The implementation and overall work for this web app is the byproduct of our 2020 Capstone project in the CEAS Department here at the University at Albany, as well as the situation that has arisen due to the virulent spread of COVID-19.
First, we wish to express our most sincere appreciation to Dr. ChangHwan Lee of the Biological Sciences department and The Lee Lab at UAlbany. Dr. Lee has been an exceptional sponsor and mentor thorughout our semester. His expertise, patience, always constructive suggestions, and overall enthusiasm was just the right tonic needed to produce a web app to the best of our abilities. Dr. Lee was always willing to make time for us and we truly appreciated his generousity.
We also wish to express our gratitude to Prof. Pradeep Atrey of the CEAS department and who serves as both the Director of Undergraduate Programming and as our instructor for the 2020 Capstone project. We truly appreciated his guidance and suggestions on how best to proceed and develop our project. As well as for allowing us to freely choose a project dealing with COVID-19.
Finally, to the makers and maintainers of the Python libraries, outside platforms, and systems that we used in the making of this web app: Thank You!
- Jack Angevine
- Mary Ramos
- Mateo Vaquero Benjumea
- Avinash Singh
As of 6/28/20, the web scraping code is obsolete and will be updated as soon as it has been reworked to better collect information from ever changing data and sites. We are also working on a page within the app to hold a table with info for testing sites based on state. As of 09/01/2020, the web app is temporarily down. Trying to move everything over into a Jupyter notebook publication. Code, so far, for the choropleth maps and subplots have been reworked and added to files above (covid19VizProject.py). If you wish to download the Jupyter notebook that has thus far been created, here is the link: https://www.dropbox.com/s/kffn29hm2ffudov/covid19VizProject.ipynb?dl=0 Will continue to work on this as I get the time. Avi
When it comes to understanding data of any kind, we tend to best conceptualize and understand this data with the utilization of visuals. This is not just contained to the fields of computer science or mathematics seeing as its interdisciplinary nature lends to success in the communication of hard to grasp concepts or the analyzing of tomes of data to a wider audience. This project makes use of multiple types of visuals to better describe or showcase the overall spread and impact of COVID-19 around the world.
There are multiple moving parts to this web app, both behind the scenes and displayed in the app itself.

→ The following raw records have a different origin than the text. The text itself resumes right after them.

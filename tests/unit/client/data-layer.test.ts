import { describe, expect, it } from 'vitest';
import { catalogueKeys } from '../../../src/api/catalogue-objects.ts';
import { mediaKeys, mediaQueryOptions } from '../../../src/api/media.ts';
import { pageConflictOf, pageKeys } from '../../../src/api/pages.ts';
import { venueKeys } from '../../../src/api/venues.ts';
import { ApiRequestError, errorFromAnswer } from '../../../src/lib/api-client.ts';
import { formatDateTime, formatTime } from '../../../src/lib/format-date.ts';
import { queryString } from '../../../src/lib/query-string.ts';
import { pickRendition } from '../../../src/lib/renditions.ts';

const serverVersion = {
  version: 7,
  title: 'Vega (demo)',
  doc: { type: 'doc', content: [] },
  revisionNumber: 4,
  savedBy: 'Demo Writer',
  savedAt: '2026-12-03T10:00:00.000Z',
};

describe('query strings', () => {
  it('leaves out empty filters and encodes the rest', () => {
    expect(queryString({ q: 'M 31 & co', page: 2, kind: undefined, status: '', missing: null })).toBe('?q=M+31+%26+co&page=2');
    expect(queryString({ q: '', page: undefined })).toBe('');
    expect(queryString({ preferred: false })).toBe('?preferred=false');
  });
});

describe('one rendition rule for an <img>', () => {
  const r = (name: string, format: string) => ({ name, format, url: `/${name}.${format}` });
  it('takes WebP, then JPEG, then AVIF, of the size asked for', () => {
    expect(pickRendition([r('page', 'avif'), r('page', 'jpeg'), r('page', 'webp')], 'page')?.url).toBe('/page.webp');
    expect(pickRendition([r('page', 'avif'), r('page', 'jpeg'), r('thumbnail', 'webp')], 'page')?.url).toBe('/page.jpeg');
    expect(pickRendition([r('page', 'avif')], 'page')?.url).toBe('/page.avif');
  });
  it('answers null when that size is not made yet', () => {
    expect(pickRendition([r('thumbnail', 'webp')], 'page')).toBeNull();
    expect(pickRendition(undefined, 'page')).toBeNull();
  });
});

describe('one date format', () => {
  it('writes an API time and a Date the same way, to the minute', () => {
    const iso = '2026-12-03T10:15:42.000Z';
    const expected = new Intl.DateTimeFormat(undefined, { dateStyle: 'medium', timeStyle: 'short' }).format(new Date(iso));
    expect(formatDateTime(iso)).toBe(expected);
    expect(formatDateTime(new Date(iso))).toBe(expected);
    expect(formatTime(iso)).toBe(new Intl.DateTimeFormat(undefined, { timeStyle: 'short' }).format(new Date(iso)));
  });
});

describe('the 409 of a save', () => {
  it('carries the server version inside the error, read back typed', () => {
    const error = errorFromAnswer(409, { error: { code: 'page_changed', message: 'Saved meanwhile.', current: serverVersion } });
    expect(error).toBeInstanceOf(ApiRequestError);
    expect(error.current).toEqual(serverVersion);
    expect(pageConflictOf(error)).toEqual(serverVersion);
  });
  it('is not a page conflict when the code, the status or the version is something else', () => {
    const answer = (status: number, code: string, current?: unknown) =>
      errorFromAnswer(status, { error: { code, message: 'No.', current } });
    expect(pageConflictOf(answer(409, 'page_state', serverVersion))).toBeNull();
    expect(pageConflictOf(answer(400, 'page_changed', serverVersion))).toBeNull();
    expect(pageConflictOf(answer(409, 'page_changed'))).toBeNull();
    expect(pageConflictOf(answer(409, 'page_changed', { version: 'seven' }))).toBeNull();
    expect(pageConflictOf(new Error('offline'))).toBeNull();
  });
  it('keeps the standard fallbacks for an answer without the error shape', () => {
    const error = errorFromAnswer(502, undefined);
    expect([error.code, error.message, error.current]).toEqual(['http_error', 'The server answered 502.', undefined]);
  });
});

/** True when a query with key `key` is refreshed by invalidating `prefix` (TanStack matches by prefix). */
const under = (key: readonly unknown[], prefix: readonly unknown[]) => prefix.every((part, i) => key[i] === part);

describe('query keys', () => {
  it('cache one image under one key, whichever screen asks', () => {
    expect(mediaQueryOptions('m1').queryKey).toEqual(mediaKeys.detail('m1'));
    expect(under(mediaKeys.detail('m1'), mediaKeys.lists())).toBe(false);
    expect(under(mediaKeys.list({ q: 'vega' }), mediaKeys.lists())).toBe(true);
  });
  it('hang a venue’s screens and sky under the venue, and not under another', () => {
    expect(under(venueKeys.screens('v1'), venueKeys.detail('v1'))).toBe(true);
    expect(under(venueKeys.sky('v1', '2026-12-03'), venueKeys.detail('v1'))).toBe(true);
    expect(under(venueKeys.screens('v2'), venueKeys.detail('v1'))).toBe(false);
    expect(under(venueKeys.choices(), venueKeys.all)).toBe(true);
  });
  it('hang an object’s measurements and history under the object, and every list under the catalogue', () => {
    expect(under(catalogueKeys.measurements('o1'), catalogueKeys.object('o1'))).toBe(true);
    expect(under(catalogueKeys.history('o1'), catalogueKeys.object('o1'))).toBe(true);
    expect(under(catalogueKeys.objectList({ q: 'vega', pageSize: 20 }), catalogueKeys.objectLists())).toBe(true);
    expect(under(catalogueKeys.sources(), catalogueKeys.all)).toBe(true);
  });
  it('keep every page query under pages', () => {
    for (const key of [pageKeys.detail('p1'), pageKeys.list({}), pageKeys.comments('p1'), pageKeys.diff('p1', 1, 2)])
      expect(under(key, pageKeys.all)).toBe(true);
  });
});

The web scraping of the datasets used to build the maps, tables, and graphs featured in the app comes from a veritable list of sources that were picked based on the information they provided, the frequency of updates, and the overall veracity of the information. As well as, on the basis of the ability to web scrape with the experience of the scraper in mind. Beautiful Soup was employed for majority of the scrapers.

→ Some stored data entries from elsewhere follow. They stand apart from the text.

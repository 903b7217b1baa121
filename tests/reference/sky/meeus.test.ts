/**
 * Worked examples from Meeus, Astronomical Algorithms (2nd ed., Willmann-Bell 1998). The expected
 * numbers are recalled from memory of the book, not read from it now; tolerances allow for the book
 * using truncated VSOP87 series (Appendix III) where we use the full ones.
 */
import { describe, expect, it } from 'vitest';
import { vsop87 } from '../../../shared/sky/bodies.ts';
import { Ephemeris } from '../../../shared/sky/ephemeris.ts';
import { toHorizontal } from '../../../shared/sky/horizon.ts';
import { moonPhase } from '../../../shared/sky/moon-phase.ts';
import { riseTransitSet } from '../../../shared/sky/rise-set.ts';
import { computeSkyTonight } from '../../../shared/sky/tonight.ts';

const D = 180 / Math.PI;
const hms = (h: number, m: number, s: number) => (h + m / 60 + s / 3600) * 15;
const dms = (sign: 1 | -1, d: number, m: number, s: number) => sign * (d + m / 60 + s / 3600);
const ARCSEC = 1 / 3600;

describe('Meeus worked examples (recalled from memory)', () => {
  it('Example 32.a: heliocentric Venus, 1992 December 20 0h TD', () => {
    // recalled from memory: L = 26.11428°, B = −2.62070°, R = 0.724603 au (truncated series).
    const p = vsop87('venus').position(2_448_976.5);
    expect(Math.abs(p.lon * D - 26.11428)).toBeLessThan(0.0003);
    expect(Math.abs(p.lat * D - -2.6207)).toBeLessThan(0.0002);
    expect(Math.abs(p.range - 0.724603)).toBeLessThan(2e-6);
  });

  it('Example 33.a: apparent Venus, 1992 December 20 0h TD', () => {
    // recalled from memory: α = 21h04m41.454s, δ = −18°53′16.84″, Δ = 0.910947 au, τ = 0.0052612 d.
    const v = new Ephemeris().planet('venus', 2_448_976.5);
    expect(Math.abs(v.ra * D - hms(21, 4, 41.454))).toBeLessThan(1 * ARCSEC * 15);
    expect(Math.abs(v.dec * D - dms(-1, 18, 53, 16.84))).toBeLessThan(1 * ARCSEC);
    expect(Math.abs(v.distanceAu - 0.910947)).toBeLessThan(3e-6);
    expect(Math.abs(v.lightTimeDays - 0.0052612)).toBeLessThan(2e-7);
  });

  it('Example 25.b: apparent Sun by VSOP87, 1992 October 13 0h TD', () => {
    // recalled from memory: α = 13h13m30.749s, δ = −7°47′01.74″, R = 0.99760775 au.
    const s = new Ephemeris().sun(2_448_908.5);
    expect(Math.abs(s.ra * D - hms(13, 13, 30.749))).toBeLessThan(0.1 * ARCSEC * 15);
    expect(Math.abs(s.dec * D - dms(-1, 7, 47, 1.74))).toBeLessThan(0.5 * ARCSEC);
    expect(Math.abs(s.distanceAu - 0.99760775)).toBeLessThan(2e-6);
  });

  it('Example 25.a: the Sun by the low-accuracy method agrees within its stated 0.01°', () => {
    // recalled from memory: apparent α = 198.38083°, δ = −7.78507° (low accuracy, 1992 October 13 0h TD).
    const s = new Ephemeris().sun(2_448_908.5);
    expect(Math.abs(s.ra * D - 198.38083)).toBeLessThan(0.01);
    expect(Math.abs(s.dec * D - -7.78507)).toBeLessThan(0.01);
  });

  it('Example 13.b: altitude and azimuth of Venus from Washington, 1987 April 10 19:21 UT', () => {
    // recalled from memory: A = 68.0337° (from the south), h = 15.1249°.
    const ra = hms(23, 9, 16.641) / D;
    const dec = dms(-1, 6, 43, 11.61) / D;
    const observer = { latitude: dms(1, 38, 55, 17), longitude: -dms(1, 77, 3, 56), elevationM: 0 };
    const h = toHorizontal(ra, dec, observer, 2_446_896.30625);
    expect(h.altitudeDeg).toBeCloseTo(15.1249, 3);
    expect(h.azimuthDeg).toBeCloseTo(68.0337 + 180, 3);
  });

  it('Example 15.a: rise, transit and set of Venus at Boston, 1988 March 20 (the book’s inputs)', () => {
    // recalled from memory: inputs as printed; results m1 = 0.51766, m0 = 0.81980, m2 = 0.12130,
    // i.e. rising 12h25m UT, transit 19h41m UT, setting 2h55m UT.
    const r = riseTransitSet({
      latitude: 42.3333,
      longitude: -71.0833,
      theta0Deg: 177.74208,
      deltaTSec: 56,
      h0Deg: -0.5667,
      ra: [40.68021, 41.73129, 42.78204],
      dec: [18.04761, 18.44092, 18.82742],
    });
    if (r.kind !== 'rises-and-sets') throw new Error(r.kind);
    expect(r.rise).toBeCloseTo(0.51766, 4);
    expect(r.transit).toBeCloseTo(0.8198, 4);
    expect(r.set).toBeCloseTo(0.1213, 4);
  });

  it('Example 15.a end to end: our own Venus positions give the same times within a minute', () => {
    // Boston keeps EST (UTC−5) in March 1988: rise 12h25m UT = 07:25, transit 19h41m UT = 14:41.
    // Venus was an evening star: up at noon on the 19th and still up after sunset, so the night's
    // stay is the one under way, and the book's rise (07:25 on the 20th) is the next rise after it.
    const sky = computeSkyTonight({
      latitude: 42.3333,
      longitude: -71.0833,
      elevationM: 0,
      timeZone: 'America/New_York',
      localDate: '1988-03-19',
      now: 0,
    });
    const venus = sky.planets.find((p) => p.id === 'venus')!;
    const minutesOff = (utc: string | null, hh: number, mm: number, day: number) =>
      Math.abs((Date.parse(utc!) - Date.UTC(1988, 2, day, hh, mm)) / 60_000);
    expect(minutesOff(venus.times.laterRise!.utc, 12, 25, 20)).toBeLessThanOrEqual(1.5);
    expect(venus.times.laterRise!.text).toBe('07:25 tomorrow');
    expect(venus.times.rise.text).toBe('Up at noon');
  });

  it('Example 48.a: the Moon’s illuminated fraction, 1992 April 12 0h TD', () => {
    // recalled from memory: i = 69.0756°, k = 0.6786; Moon α = 134.6885°, δ = 13.7684°, Δ = 368410 km.
    const e = new Ephemeris();
    const moon = e.moon(2_448_724.5);
    const phase = moonPhase(moon, e.sun(2_448_724.5));
    expect(phase.phaseAngleDeg).toBeCloseTo(69.0756, 2);
    // Meeus Example 48.a, geocentric elongation ψ = 110.7929° (recalled from memory): an angle on the sky.
    expect(phase.elongationDeg).toBeCloseTo(110.7929, 2);
    expect(phase.illuminatedFraction).toBeCloseTo(0.6786, 3);
    expect(phase.waxing).toBe(true);
    expect(moon.ra * D).toBeCloseTo(134.6885, 3);
    expect(moon.dec * D).toBeCloseTo(13.7684, 3);
    expect(moon.distanceAu * 149_597_870.7).toBeCloseTo(368_410, -1);
  });
});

Every state and territory of the United States has an individual scraper within the main scraper program. The program is run on a daily basis and alerts the user whether there is a scraper that needs to be fixed or whether an exception was passed. The code was written with the idea that even if there is an exception the program would not stop running and would only write to file the scrapers that are working and are collecting the correct information.
A pseudo-code of majority of the scrapers:
- request URL content
- parse: soup(url content)
- narrow search (find)
- instantiate list[]
- for f in find:
- take: f.text
- list.append(take)
- conditionals in if statement (checks list)
- file open
- file.write(list[i], state, fips, values)
- else print warning to fix
- file.close
...
The individual csv files are then git pushed to this repository for use in the web app.
The maps, tables, and graphs utilized within the web app are built using Plotly's incredibly diverse and powerful graphing libraries. Within our web app, the page dealing with the infection throughout the United States showcases a prominent, changeable choropleth map that allows the user to choose from a dropdown menu a specific state. Below this is a subplot graph comprised of a stacked bar graph, a table showing the web scraped information, and a density heat map.
Our molecular viewer is Javascript built and allows the user to view two particular types of SARS-CoV-2 proteins whose PDBs were obtained from the RCSB Protein Data Bank. The two proteins in question are that of 5RE4 and 6VXX. The viewer is interactive and allows the user to not only manipulate it but also allows them to render different views after choosing from the options above the viewer. Below are the sites that were linked to the app that was built by Mateo.
- Crystal Structure of SARS-CoV-2 main protease in complex with Z1129283193
- Structure of the SARS-CoV-2 spike glycoprotein
The prediction models on this page deal with both the US and with particular countries from each one of the continents. The dataset used to train these models came from an open source GitHub Repo.